Node: StableCOin supremacy

Governor of Bank of England, Andrew Bailey, wrote a letter to G20 yesterday that Financial Stability Board (Fsb) – The forum’s financial supervisor, whom Bailey was appointed to go in April – estimates Stableecoin’s role in payments and settlements as a highest priority.

To that point: An analyst at Standard Chartered says when stableecoins, when stableecoins hit $ 750 billion, they can begin to influence the structure of US Treasury Markets. (Their market capital is currently about $ 258 billion according to Defillama.)

We have also left, which allows USDC holders to earn 4% yield, a crypto start -up called Dakota, raising $ 12.5 million to make it easier for businesses to move funds from US dollars to stablecoins and back again.

These four headlines are all from today and they are nothing unusual. We are used to seeing an abundance of news every day about stableecoin resolution. “StableCoins are Cryptos Killer App” has become a motto almost akin to “Stay humble, stack rate.”

The under -displaced winners of stableecoin growth are market manufacturers – the clothing that provides liquidity to crypto markets and ensures that trades are performed effectively. Kevin de Patoul, CEO of global investment company Keyrock, recently told Coindesk that demand for Bitcoin and StableCoins exceeded the demand for any other type of cryptocurrencies with a wide margin.

Even more interesting, the demand for stableecoins is increasingly coming from companies that are not crypto -native but consider stablecoins a truly superior technology for international payments.

“It has really been a change in the last year and a half as they see the assets used for their overall efficiency, rather than just a way to get exposure to crypto,” he said.

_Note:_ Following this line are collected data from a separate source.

def build_parser() -> argparse.ArgumentParser:
    from core.analyses.compare import COMPARISON_NOISES

    parser = argparse.ArgumentParser(
        prog="chunkscope",
        description="Measure how much latent noise a chunk autoencoder can take. With no command, opens the workbench.",
    )
    parser.add_argument("--version", action="version", version=f"chunkscope {core.__version__}")
    parser.add_argument("--screenshot", metavar="PATH", help="open the workbench offscreen, save a PNG of it to PATH and exit")
    parser.add_argument("--view", metavar="NAME", help="with --screenshot: the view to show")
    sub = parser.add_subparsers(dest="command", metavar="COMMAND")

    p = sub.add_parser("info", help="describe a checkpoint and its latent health", description="Architecture, sizes, parameter count, sha256, card and latent health of one checkpoint.")
    p.add_argument("checkpoint")
    p.add_argument("--adapter", metavar="SPEC", help=ADAPTER_HELP)
    p.add_argument("--text", help="UTF-8 text file for the latent health (default: the bundled demo text)")
    p.add_argument("--json", action="store_true", help="print JSON instead of text")
    p.set_defaults(func=cmd_info)

    p = sub.add_parser("sweep", help="sweep checkpoints over a sigma grid", description="Encode a text once per checkpoint, then perturb, decode and score it at every sigma; write DIR/<checkpoint>/sweep.json, curves.csv, tokens.csv.")
    p.add_argument("checkpoints", nargs="+", metavar="CKPT")
    p.add_argument("--adapter", metavar="SPEC", help=ADAPTER_HELP)
    add_sweep_arguments(p)
    p.add_argument("--out", default="results", help="output folder (default: results)")
    p.add_argument("--force", action="store_true", help="replace existing output folders")
    p.set_defaults(func=cmd_sweep)

    from core.training.recipes import add_arguments as add_train_arguments  # torch-free: --help stays fast

    p = sub.add_parser("train", help="train a sample model from its recipe", description="Rebuild the sample models from the Python standard library's docstrings and comments.")
    add_train_arguments(p)
    p.set_defaults(func=cmd_train, stopped="stopped; checkpoints saved before this point are kept.")

    p = sub.add_parser("compare", help="compare checkpoints on one text, paired", description="Sweep two or more checkpoints on the same text with the same noise seed, under data-scale and isotropic noise; write tolerances side by side, the curves and McNemar tests per sigma.")
    p.add_argument("checkpoints", nargs="+", metavar="CKPT")
    p.add_argument("--adapter", metavar="SPEC", help=ADAPTER_HELP)
    add_sweep_arguments(p, noise_choices=COMPARISON_NOISES)
    p.add_argument("--abs-sigmas", help="grid for the isotropic (absolute) sweep (default: the relative grid times the largest latent RMS)")
    p.add_argument("--out", default="comparison", help="output folder (default: comparison)")
    p.add_argument("--force", action="store_true", help="replace an existing output folder")
    p.set_defaults(func=cmd_compare)

    p = sub.add_parser("trend", help="tolerance through a training run (a folder of checkpoints)", description="Sweep every checkpoint in a folder and report accuracy at sigma 0, the 99.9/99/90 % tolerances and loss tolerances, latent RMS, KL and active dimensions against training step (from each card, else from the file name).")
    p.add_argument("folder")
    p.add_argument("--adapter", metavar="SPEC", help=ADAPTER_HELP)
    add_sweep_arguments(p)
    p.add_argument("--out", help="write trend.csv and trend.json into this folder")
    p.add_argument("--force", action="store_true", help="replace existing output files")
    p.set_defaults(func=cmd_trend)

    p = sub.add_parser("report", help="one self-contained HTML report", description="Write one self-contained HTML file (inline plots, no outside links) from checkpoints (swept or compared on the text), or from folders written by 'sweep' or 'compare'.")
    p.add_argument("inputs", nargs="*", metavar="INPUT", help="checkpoints, or folders written by 'sweep' / 'compare'")
    p.add_argument("--adapter", metavar="SPEC", help=ADAPTER_HELP)
    add_sweep_arguments(p, noise_choices=COMPARISON_NOISES)
    p.add_argument("--trend", metavar="FOLDER", help="also sweep a folder of training checkpoints")
    p.add_argument("--title", default="chunkscope report")
    p.add_argument("--out", default="report.html", help="the HTML file to write (default: report.html)")
    p.add_argument("--force", action="store_true", help="replace an existing file")
    p.set_defaults(func=cmd_report)
    return parser


def open_workbench(args: argparse.Namespace) -> int:
    try:
        from app.main import run_workbench
    except ImportError as exc:
        print(f"chunkscope: the workbench cannot start ({exc}).", file=sys.stderr)
        return 2
    return run_workbench(screenshot=args.screenshot, view=args.view)


def main(argv: list[str] | None = None) -> int:
    parser = build_parser()
    args = parser.parse_args(argv)
    if args.command is None:
        return open_workbench(args)
    try:
        return int(args.func(args) or 0)
    except ChunkscopeError as exc:
        print(f"chunkscope: {exc}", file=sys.stderr)
        return 2
    except FileExistsError as exc:
        print(f"chunkscope: {exc}", file=sys.stderr)
        return 2
    except (SweepCancelled, KeyboardInterrupt):  # every other command writes its outputs together at the end, or not at all
        print(f"\nchunkscope: {getattr(args, 'stopped', 'stopped; nothing was written.')}", file=sys.stderr)
        return 130
    except BrokenPipeError:  # output piped into a pager or `head` that stopped reading
        sys.stderr.close()
        return 0


if __name__ == "__main__":
    sys.exit(main())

Stableecoins show the way for tokenization of shares, money market funds and other foreign types of financial products. De Patoul expects the backend of the financial system to be completely updated to improve user access to these vehicles.

While tokenization is a bit of a newer and shiny concept for crypto-native-lit more like bleeding Edge Tech-will stableecoins, with their “thoughtful” potential, probably remain the bigger story in the coming years, they said Patoul.

“In the end, 50% of the global payments are made in stableecoins,” he said. “Stableecoins will continue to be the biggest use of use for digital assets in the next few years.”